每一部作品都是「單子」式地自成一體,評論界或文學史家卻發明諸般「裝置」,想方設法將它們分類組合,藉以生產學術話語。最方便的是「作家」(從小學作文到「晚期風格」,全部歸於一人名下),其次是「社團」(儘管後來的分崩離析恰證當初的結社組團純屬偶然),再次是「流派」(譬如「京派」和「海派」,硬生生從戲曲移置文學),然後是「風格」、「思潮」,一直推到「時代分期」。
一九九〇年代,在「傷痕文學」、「反思文學」、「尋根文學」、「先鋒派」等裝置突然失效之後,由南京的《鐘山》雜誌(大型文學雙月刊)發起了「新寫實小說大聯展」,廣邀天下小說家入局(呼應者甚眾),而且一開始就小心避開了「主義」,只談「特徵」。評論家公推北京的劉恆(《狗日的糧食》、《伏羲伏羲》)和劉震雲(《單位》、《一地雞毛》),武漢的池莉(《煩惱人生》、《不談愛情》)和方方(《風景》、《白霧》),四位作家扛起了「新寫實」這面大旗。跟著便有一大班批評家參與發明裝置以積累文化資本,為「新寫實小說」定義,為之歸納出一些一二三四、甲乙丙丁。定義似乎頗玄奧,如「寫原生態生活」、「零度寫作」、「現象學還原」、「故事的回歸」等等。用常人都能明白的話來講,無非是說,「新寫實小說」老老實實地寫了中國老百姓過往幾十年實實在在的日常生活。

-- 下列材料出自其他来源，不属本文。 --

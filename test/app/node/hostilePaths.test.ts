/**
 * Hostile paths against the one read and the one save of app/node/files.ts: FIFOs, devices,
 * symbolic links to them, folders, oversized files and a disk that never answers are refused
 * at once with a plain message, never read or written through; a save follows a symbolic link
 * to its regular file and keeps a copy (not a link) as the backup.
 *
 * No test waits on a clock: a FIFO read would block forever without the fix, so the vitest
 * time-out (HANG_GUARD) only turns such a hang into a failure; the fixed code answers at once.
 */
import { execFileSync } from 'node:child_process';
import {
  existsSync,
  linkSync,
  lstatSync,
  mkdirSync,
  mkdtempSync,
  readFileSync,
  readdirSync,
  readlinkSync,
  rmSync,
  statSync,
  symlinkSync,
  truncateSync,
  writeFileSync,
} from 'node:fs';
import * as fsp from 'node:fs/promises';
import { tmpdir } from 'node:os';
import { join } from 'node:path';
import { afterAll, describe, expect, it } from 'vitest';
import { serializePlanFile } from '../../../core/io/planFile.ts';
import { FileError, MAX_READ_BYTES, atomicWriteFile, loadPlanFile, loadSystemFile, readRegularFile, readTextFile } from '../../../app/node/files.ts';
import { samplePlan } from '../../core/io/planSamples.ts';

const ROOT = new URL('../../../', import.meta.url).pathname;
const SYSTEM = join(ROOT, 'assets/systems/ilmar.system.json');
const work = mkdtempSync(join(tmpdir(), 'waymark-hostile-'));
afterAll(() => rmSync(work, { recursive: true, force: true }));

/** Turns a hang (the bug) into a failure; never reached by the fixed code. */
const HANG_GUARD = 20_000;
const isRoot = process.getuid?.() === 0;

let n = 0;
function freshDir(): string {
  const d = join(work, `case-${n++}`);
  mkdirSync(d);
  return d;
}

function fifo(dir: string, name = 'pipe.json'): string {
  const p = join(dir, name);
  execFileSync('mkfifo', [p]);
  return p;
}

const tmpFiles = (dir: string) => readdirSync(dir).filter((f) => f.endsWith('.tmp'));

describe('reading: regular files only', () => {
  it(
    'a FIFO with no writer is refused at once (opened without blocking), naming what it is',
    async () => {
      const p = fifo(freshDir());
      await expect(readRegularFile(p)).rejects.toThrow(FileError);
      await expect(readTextFile(p)).rejects.toThrow(`cannot read ${p}: it is not a regular file (it is a FIFO (named pipe)); Waymark reads regular files only`);
    },
    HANG_GUARD,
  );

  it(
    'many FIFO reads at once do not stall later file operations (no file-system thread is left blocked)',
    async () => {
      const dir = freshDir();
      // Node runs blocking opens on 4 threads: 8 blocked opens would stall every later read.
      const pipes = Array.from({ length: 8 }, (_, k) => fifo(dir, `p${k}.json`));
      const results = await Promise.allSettled(pipes.map((p) => readRegularFile(p)));
      expect(results.every((r) => r.status === 'rejected')).toBe(true);
      const ok = join(dir, 'ok.txt');
      writeFileSync(ok, 'after the pipes');
      expect(await readTextFile(ok)).toBe('after the pipes');
    },
    HANG_GUARD,
  );

  it.each([
    ['/dev/zero', 'a character device'],
    ['/dev/urandom', 'a character device'],
    ['/dev/null', 'a character device'],
  ])(
    '%s is refused before a byte is read (%s)',
    async (dev, what) => {
      await expect(readRegularFile(dev)).rejects.toThrow(`cannot read ${dev}: it is not a regular file (it is ${what})`);
    },
    HANG_GUARD,
  );

  it(
    'a symbolic link to /dev/zero or to a FIFO is judged by what it names (checked on the opened descriptor)',
    async () => {
      const dir = freshDir();
      const toZero = join(dir, 'zero.system.json');
      symlinkSync('/dev/zero', toZero);
      const toPipe = join(dir, 'pipe-link.system.json');
      symlinkSync(fifo(dir), toPipe);
      await expect(readTextFile(toZero)).rejects.toThrow(`cannot read ${toZero}: it is not a regular file (it is a character device)`);
      await expect(readTextFile(toPipe)).rejects.toThrow(`cannot read ${toPipe}: it is not a regular file (it is a FIFO (named pipe))`);
      // a link to a regular file reads as that file
      const toFile = join(dir, 'file-link.json');
      symlinkSync(SYSTEM, toFile);
      expect(await readTextFile(toFile)).toBe(readFileSync(SYSTEM, 'utf8'));
    },
    HANG_GUARD,
  );

  it('a folder is refused as a folder', async () => {
    const dir = freshDir();
    await expect(readTextFile(dir)).rejects.toThrow(`cannot read ${dir}: it is a folder, not a file`);
  });

  it('a file over the size limit is refused before any byte is read', async () => {
    const dir = freshDir();
    const big = join(dir, 'huge.plan.json');
    writeFileSync(big, '');
    truncateSync(big, MAX_READ_BYTES + 1); // sparse: no disk used
    let reads = 0;
    const counting = {
      open: async (...a: Parameters<typeof fsp.open>) => {
        const fh = await fsp.open(...a);
        const read = fh.read.bind(fh);
        const counted = (...r: unknown[]) => {
          reads++;
          return (read as (...x: unknown[]) => unknown)(...r);
        };
        return Object.assign(fh, { read: counted as typeof fh.read });
      },
    };
    await expect(readRegularFile(big, { fs: counting as never })).rejects.toThrow(`cannot read ${big}: it is 32.0 MiB, more than the 32.0 MiB Waymark reads`);
    expect(reads).toBe(0);
    // the limit is the file's size in bytes: one byte over a smaller limit is refused, the limit itself is read
    const small = join(dir, 'small.json');
    writeFileSync(small, 'x'.repeat(101));
    await expect(readRegularFile(small, { maxBytes: 100 })).rejects.toThrow(/it is 101 bytes, more than the 100 bytes Waymark reads/);
    expect((await readRegularFile(small, { maxBytes: 101 })).length).toBe(101);
  });

  it('a disk that never answers is given up on after the time-out (open or read)', async () => {
    const dir = freshDir();
    const p = join(dir, 'stalled.json');
    writeFileSync(p, '{}');
    const never = new Promise<never>(() => undefined);
    const stalledOpen = { open: () => never };
    await expect(readRegularFile(p, { timeoutMs: 50, fs: stalledOpen as never })).rejects.toThrow(
      `cannot read ${p}: the disk did not answer within 0.05 s (a stalled disk or network share?)`,
    );
    const stalledRead = {
      open: async (...a: Parameters<typeof fsp.open>) => Object.assign(await fsp.open(...a), { read: () => never }),
    };
    const e = await readRegularFile(p, { timeoutMs: 50, fs: stalledRead as never }).catch((x: unknown) => x);
    expect(e).toBeInstanceOf(FileError);
    expect((e as FileError).code).toBe('ETIMEDOUT');
  });

  it(
    'a plan whose system.path names a FIFO or a link to /dev/zero: refused naming the system file, promptly',
    async () => {
      const dir = freshDir();
      const pipe = fifo(dir, 'ilmar.system.json');
      const zero = join(dir, 'zero.system.json');
      symlinkSync('/dev/zero', zero);
      for (const [name, sys, what] of [
        ['via-pipe.plan.json', 'ilmar.system.json', 'a FIFO (named pipe)'],
        ['via-zero.plan.json', 'zero.system.json', 'a character device'],
      ]) {
        const p = join(dir, name);
        writeFileSync(p, serializePlanFile(samplePlan(), { kind: 'path', path: sys }));
        await expect(loadPlanFile(p)).rejects.toThrow(`cannot read ${join(dir, sys)}: it is not a regular file (it is ${what})`);
      }
      await expect(loadSystemFile(pipe)).rejects.toThrow(/not a regular file/);
    },
    HANG_GUARD,
  );
});

describe('saving: regular files only, links followed, backups copied', () => {
  it(
    'a FIFO in the way is refused and left a FIFO; no backup, no temporary file',
    async () => {
      const dir = freshDir();
      const p = fifo(dir, 'out.csv');
      await expect(atomicWriteFile(p, 'a,b\n')).rejects.toThrow(
        `cannot save ${p}: it is not a regular file (it is a FIFO (named pipe)); Waymark saves over regular files only`,
      );
      expect(lstatSync(p).isFIFO()).toBe(true);
      expect(existsSync(`${p}.bak`)).toBe(false);
      expect(tmpFiles(dir)).toEqual([]);
    },
    HANG_GUARD,
  );

  it('a symbolic link to a device is refused; the link and the device stay as they were', async () => {
    const dir = freshDir();
    const p = join(dir, 'out.oem');
    symlinkSync('/dev/null', p);
    await expect(atomicWriteFile(p, 'CCSDS_OEM_VERS = 2.0\n')).rejects.toThrow(`cannot save ${p}: it is not a regular file (it is a character device)`);
    expect(readlinkSync(p)).toBe('/dev/null');
    expect(statSync('/dev/null').isCharacterDevice()).toBe(true);
    expect(existsSync(`${p}.bak`)).toBe(false);
    expect(tmpFiles(dir)).toEqual([]);
  });

  it.skipIf(!isRoot)('a device node in the way (made with mknod, as root) is refused and stays a device; the backup is never a link to it', async () => {
    const dir = freshDir();
    const p = join(dir, 'dev.csv');
    execFileSync('mknod', [p, 'c', '1', '3']); // the null device's numbers
    await expect(atomicWriteFile(p, 'x')).rejects.toThrow(/it is not a regular file \(it is a character device\)/);
    expect(lstatSync(p).isCharacterDevice()).toBe(true);
    expect(existsSync(`${p}.bak`)).toBe(false);
  });

  it('a symbolic link to a regular file: the save goes to that file (the link stays a link) and the backup is a copy', async () => {
    const dir = freshDir();
    const realDir = join(dir, 'real');
    mkdirSync(realDir);
    const real = join(realDir, 'ephemeris.csv');
    writeFileSync(real, 'old\n');
    const link = join(dir, 'latest.csv');
    symlinkSync(real, link);
    await atomicWriteFile(link, 'new\n');
    expect(lstatSync(link).isSymbolicLink()).toBe(true);
    expect(readlinkSync(link)).toBe(real);
    expect(readFileSync(real, 'utf8')).toBe('new\n');
    const bak = `${real}.bak`;
    expect(readFileSync(bak, 'utf8')).toBe('old\n');
    expect(lstatSync(bak).isFile()).toBe(true);
    expect(statSync(bak).nlink).toBe(1); // a copy, not a second name of another file
    expect(existsSync(`${link}.bak`)).toBe(false);
    expect(tmpFiles(dir)).toEqual([]);
    expect(tmpFiles(realDir)).toEqual([]);
  });

  it('the backup is a copy even when the previous version has another name (a hard link): that name keeps its text', async () => {
    const dir = freshDir();
    const p = join(dir, 'plan.json');
    writeFileSync(p, 'version 1');
    const other = join(dir, 'elsewhere.json');
    linkSync(p, other);
    await atomicWriteFile(p, 'version 2');
    expect(readFileSync(p, 'utf8')).toBe('version 2');
    expect(readFileSync(`${p}.bak`, 'utf8')).toBe('version 1');
    expect(statSync(`${p}.bak`).ino).not.toBe(statSync(other).ino);
    expect(readFileSync(other, 'utf8')).toBe('version 1');
  });

  it('a symbolic link to nothing is refused (nowhere to save through it)', async () => {
    const dir = freshDir();
    const p = join(dir, 'dangling.csv');
    symlinkSync(join(dir, 'missing', 'x.csv'), p);
    await expect(atomicWriteFile(p, 'x')).rejects.toThrow(`cannot save ${p}: it is a symbolic link to a file that does not exist`);
    expect(lstatSync(p).isSymbolicLink()).toBe(true);
  });
});
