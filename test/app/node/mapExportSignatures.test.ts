/**
 * The output guard knows the Δv map's exports by their start, as their writers write them:
 * core/io deltaVMapSvg (SVG), the map as JSON (the panel's export and `waymark map --json`),
 * core/io deltaVMapCsv, and a PNG (signature of ISO/IEC 15948 §5.2).
 */
import { mkdtempSync, writeFileSync } from 'node:fs';
import { tmpdir } from 'node:os';
import { join } from 'node:path';
import { describe, expect, it } from 'vitest';
import { deltaVMapCsv, deltaVMapSvg } from '../../../core/io/index.ts';
import { identifyFile } from '../../../app/node/files.ts';
import { fixtureMap } from '../../core/io/deltaVMapFixture.ts';

describe('output guard: the Δv map exports', () => {
  it('identifies each export by what its writer writes, and nothing else as one', async () => {
    const dir = mkdtempSync(join(tmpdir(), 'wm-map-sig-'));
    const file = (name: string, data: string | Uint8Array) => {
      const p = join(dir, name);
      writeFileSync(p, data);
      return p;
    };
    const map = fixtureMap();
    expect((await identifyFile(file('a.svg', deltaVMapSvg(map)))).kind).toBe('map-svg');
    expect((await identifyFile(file('a.json', `${JSON.stringify(map, null, 2)}\n`))).kind).toBe('map-json');
    expect((await identifyFile(file('b.json', `${JSON.stringify({ ...map, warnings: [] }, null, 2)}\n`))).kind).toBe('map-json');
    expect((await identifyFile(file('a.csv', deltaVMapCsv(map)))).kind).toBe('map-csv');
    const png = new Uint8Array([0x89, 0x50, 0x4e, 0x47, 0x0d, 0x0a, 0x1a, 0x0a, 0, 0, 0, 13, 0x49, 0x48, 0x44, 0x52]);
    expect((await identifyFile(file('a.png', png))).kind).toBe('map-png');
    // another SVG, another JSON object: not a map
    expect((await identifyFile(file('c.svg', '<svg xmlns="http://www.w3.org/2000/svg" width="1" height="1"></svg>\n'))).kind).toBe('unknown');
    expect((await identifyFile(file('c.json', '{"system": "x", "other": 1}\n'))).kind).toBe('json');
  });
});
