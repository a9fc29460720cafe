/**
 * The security settings the main process applies, as pure functions of electron.config.ts so
 * they can be tested without Electron: web preferences of every window, which requests may
 * load (local files only: no remote content), and which page may call the IPC handlers.
 */
import type { WebPreferences } from 'electron';
import type { WaymarkElectronConfig } from '../../electron.config.ts';

export function webPreferences(config: WaymarkElectronConfig, preloadPath: string): WebPreferences {
  const s = config.security;
  return {
    preload: preloadPath,
    contextIsolation: s.contextIsolation,
    nodeIntegration: s.nodeIntegration,
    nodeIntegrationInWorker: false,
    nodeIntegrationInSubFrames: false,
    sandbox: s.sandbox,
    webSecurity: s.webSecurity,
    allowRunningInsecureContent: false,
    webviewTag: false,
    navigateOnDragDrop: false,
    spellcheck: false,
    devTools: true,
  };
}

/** The privileged scheme the renderer is served from (`waymark://app/index.html`). */
export const APP_SCHEME = 'waymark';
export const APP_HOST = 'app';
export const APP_INDEX_URL = `${APP_SCHEME}://${APP_HOST}/index.html`;

/** Schemes the app's own page uses; every other request (http, https, ws, ftp, file ...) is cancelled. */
const LOCAL_SCHEMES = new Set([`${APP_SCHEME}:`, 'data:', 'blob:', 'devtools:']);

export function isAllowedRequest(url: string): boolean {
  try {
    return LOCAL_SCHEMES.has(new URL(url).protocol);
  } catch {
    return false;
  }
}

/** A predicate: is `url` the app's page (the renderer index, any hash or query)? */
export function trustedSender(indexUrl: string): (url: string) => boolean {
  const base = new URL(indexUrl);
  return (url) => {
    try {
      const u = new URL(url);
      return u.protocol === base.protocol && u.host === base.host && u.pathname === base.pathname;
    } catch {
      return false;
    }
  };
}

/**
 * The file under `root` an app-scheme URL names, or null when the URL is not the app's or
 * would leave `root` (`waymark://app/assets/x.js` → `<root>/assets/x.js`).
 */
export function resolveAppPath(root: string, url: string, join: (...p: string[]) => string, sep: string): string | null {
  let u: URL;
  try {
    u = new URL(url);
  } catch {
    return null;
  }
  if (u.protocol !== `${APP_SCHEME}:` || u.host !== APP_HOST) return null;
  let path: string;
  try {
    path = decodeURIComponent(u.pathname);
  } catch {
    return null;
  }
  if (path.includes('\0')) return null;
  const base = root.endsWith(sep) ? root : root + sep;
  const file = join(base, path === '/' ? 'index.html' : path);
  return file.startsWith(base) ? file : null;
}

/** Response headers with the app's Content-Security-Policy set (replacing any page-sent one). */
export function withCsp(headers: Record<string, string[] | string> | undefined, policy: string): Record<string, string[]> {
  const out: Record<string, string[]> = {};
  for (const [k, v] of Object.entries(headers ?? {})) {
    if (k.toLowerCase() !== 'content-security-policy') out[k] = Array.isArray(v) ? v : [v];
  }
  out['Content-Security-Policy'] = [policy];
  return out;
}
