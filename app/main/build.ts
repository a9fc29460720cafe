/**
 * Builds the Electron main process (ESM, Node target) and the preload script (one CommonJS
 * file, as sandboxed preloads require) with vite's library mode, into the paths named in
 * electron.config.ts. `electron` and Node built-ins stay external.
 */
import { builtinModules } from 'node:module';
import { fileURLToPath } from 'node:url';
import { build } from 'vite';
import config from '../../electron.config.ts';

const repo = fileURLToPath(new URL('../..', import.meta.url));
const external = ['electron', ...builtinModules, ...builtinModules.map((m) => `node:${m}`)];

export async function buildMainAndPreload(): Promise<void> {
  const common = { configFile: false as const, logLevel: 'warn' as const, root: repo };
  await build({
    ...common,
    build: {
      outDir: `${repo}${config.build.main.replace(/\/[^/]+$/, '')}`,
      emptyOutDir: true,
      ssr: true,
      target: 'node20',
      sourcemap: true,
      lib: { entry: `${repo}${config.entries.main}`, formats: ['es'], fileName: () => 'main.js' },
      rollupOptions: { external },
    },
    // ajv (the file validators) is bundled in: the package has no run-time dependencies.
    ssr: { noExternal: true },
  });
  await build({
    ...common,
    build: {
      outDir: `${repo}${config.build.preload.replace(/\/[^/]+$/, '')}`,
      emptyOutDir: true,
      ssr: true,
      target: 'node20',
      sourcemap: true,
      lib: { entry: `${repo}${config.entries.preload}`, formats: ['cjs'], fileName: () => 'preload.cjs' },
      rollupOptions: { external },
    },
  });
}
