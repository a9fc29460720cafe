/**
 * The handler of the app scheme (`waymark://app/...`): serves files of the built renderer with
 * the app's Content-Security-Policy on every response. Only files inside the renderer folder;
 * anything else is a 404. Reads through an injected `readFile` so tests need no Electron.
 */
import { extname, join, sep } from 'node:path';
import { resolveAppPath } from './security.ts';

const MIME: Record<string, string> = {
  '.html': 'text/html; charset=utf-8',
  '.js': 'text/javascript; charset=utf-8',
  '.css': 'text/css; charset=utf-8',
  '.json': 'application/json; charset=utf-8',
  '.map': 'application/json; charset=utf-8',
  '.svg': 'image/svg+xml',
  '.png': 'image/png',
  '.woff2': 'font/woff2',
};

export function createAppProtocolHandler(rendererDir: string, readFile: (path: string) => Promise<Uint8Array>, contentSecurityPolicy: string): (request: { url: string }) => Promise<Response> {
  return async (request) => {
    const file = resolveAppPath(rendererDir, request.url, join, sep);
    const headers = { 'Content-Security-Policy': contentSecurityPolicy, 'X-Content-Type-Options': 'nosniff' };
    if (!file) return new Response('not found', { status: 404, headers });
    try {
      const body = await readFile(file);
      return new Response(body as BodyInit, { status: 200, headers: { ...headers, 'Content-Type': MIME[extname(file)] ?? 'application/octet-stream' } });
    } catch {
      return new Response('not found', { status: 404, headers });
    }
  };
}
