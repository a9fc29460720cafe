import { readFileSync } from 'node:fs';
import { describe, expect, it } from 'vitest';
import { parsePlanFile } from '../../../../core/io/planFile.ts';
import { parseSystemFile } from '../../../../core/io/systemFile.ts';
import { PlanDocumentStore } from '../../../../app/renderer/state/document.ts';
import { planIssues } from '../../../../app/renderer/state/session.ts';
import * as edits from '../../../../app/renderer/plan/edits.ts';

const root = new URL('../../../../', import.meta.url);
const system = parseSystemFile(readFileSync(new URL('assets/systems/ilmar.system.json', root), 'utf8')).system;
const parsed = parsePlanFile(readFileSync(new URL('assets/plans/tessel-to-ochre.plan.json', root), 'utf8'));

function store() {
  return new PlanDocumentStore({ plan: parsed.plan, system, systemRef: parsed.system, file: { name: 'd.plan.json', path: null, handle: null } }, planIssues);
}

describe('document store', () => {
  it('tracks unsaved changes by revision, so undoing back to the saved state is clean', () => {
    const d = store();
    d.edit('a', (p) => edits.setReserve(p, { percent: 9 }));
    d.edit('b', (p) => edits.setReserve(p, { percent: 10 }));
    expect(d.get().dirty).toBe(true);
    d.markSaved({ name: 'd.plan.json', path: null, handle: null });
    expect(d.get().dirty).toBe(false);
    d.undo();
    expect(d.get().dirty).toBe(true);
    d.redo();
    expect(d.get().dirty).toBe(false);
  });

  it('ignores edits that change nothing', () => {
    const d = store();
    const r = d.get().revision;
    d.edit('noop', (p) => edits.moveEvent(p, 'no-such-id', 1));
    expect(d.get().revision).toBe(r);
    expect(d.get().canUndo).toBe(false);
  });

  it('reports field-precise issues in memory names', () => {
    const d = store();
    d.edit('bad', (p) => edits.setStart(p, { ...p.start, body: 'nowhere' }));
    expect(d.get().issues.map((i) => i.path)).toContain('start.body');
    d.edit('bad time', (p) => {
      const q = structuredClone(p);
      const first = q.events.find((e) => e.type === 'burn')!;
      if (first.type === 'burn') first.t = -1e12;
      return q;
    });
    expect(d.get().issues.some((i) => /^events\[\d+\]\.t$/.test(i.path))).toBe(true);
  });

  it('loading another document resets the history', () => {
    const d = store();
    d.edit('a', (p) => edits.setReserve(p, { percent: 9 }));
    const g = d.get().generation;
    d.load({ plan: parsed.plan, system, systemRef: parsed.system, file: null });
    expect(d.get().canUndo).toBe(false);
    expect(d.get().generation).toBe(g + 1);
    expect(d.get().name).toBe('Untitled plan');
  });
});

倘若修正胡適先生很多年前的主張(「少談點主義,多談點問題」),就要回到文學的歷史,既直面問題,也不迴避主義。問題的核心是:「寫實」也者,無論新舊,究竟何為「實」,到底如何「寫」?—小說在中國,起初是無所謂「寫實」不「寫實」的。六朝有「志怪」,唐代有「傳奇」,不是白日見鬼,便是夜遊仙窟,似乎都很不寫實。但據魯迅在他那部經典的《中國小說史略》裡的研究,「怪」在六朝人眼中,是如假包換的「實」,而唐人筆下的「奇」,才真正帶有虛構成分。所以他說:「至唐人始有意為小說」。不過,「有意」是「有意」 了,這自覺性卻一向不太堅定。史家的傳統實在太強大,想擠進去「補正史之遺」的小說,便常常扮出一副言必有據的模樣。唯有閱盡世態炎涼者,如蒲松齡、曹雪芹輩(「姑妄言之姑妄聽之」、「假作真時真亦假,無為有處有還無」),才能一語道盡小說中虛實相生的真諦。可那骨子裡的一腔沉重和憤懣,在在讓人覺著他們仍執著於寫「異史」或「情史」的。真正看透了的要算寫《閱微草堂筆記》的紀昀。一方面,他指責《聊齋》的不寫實,比如人物背地裡的許多對話,哪裡可能寫得如此的聲口畢肖,只能簡略轉述才是。另一方面,他自己也寫了不少狐鬼花妖之事,心裡卻明白只要有利於百姓的道德倫理建設,不妨「神道設教」。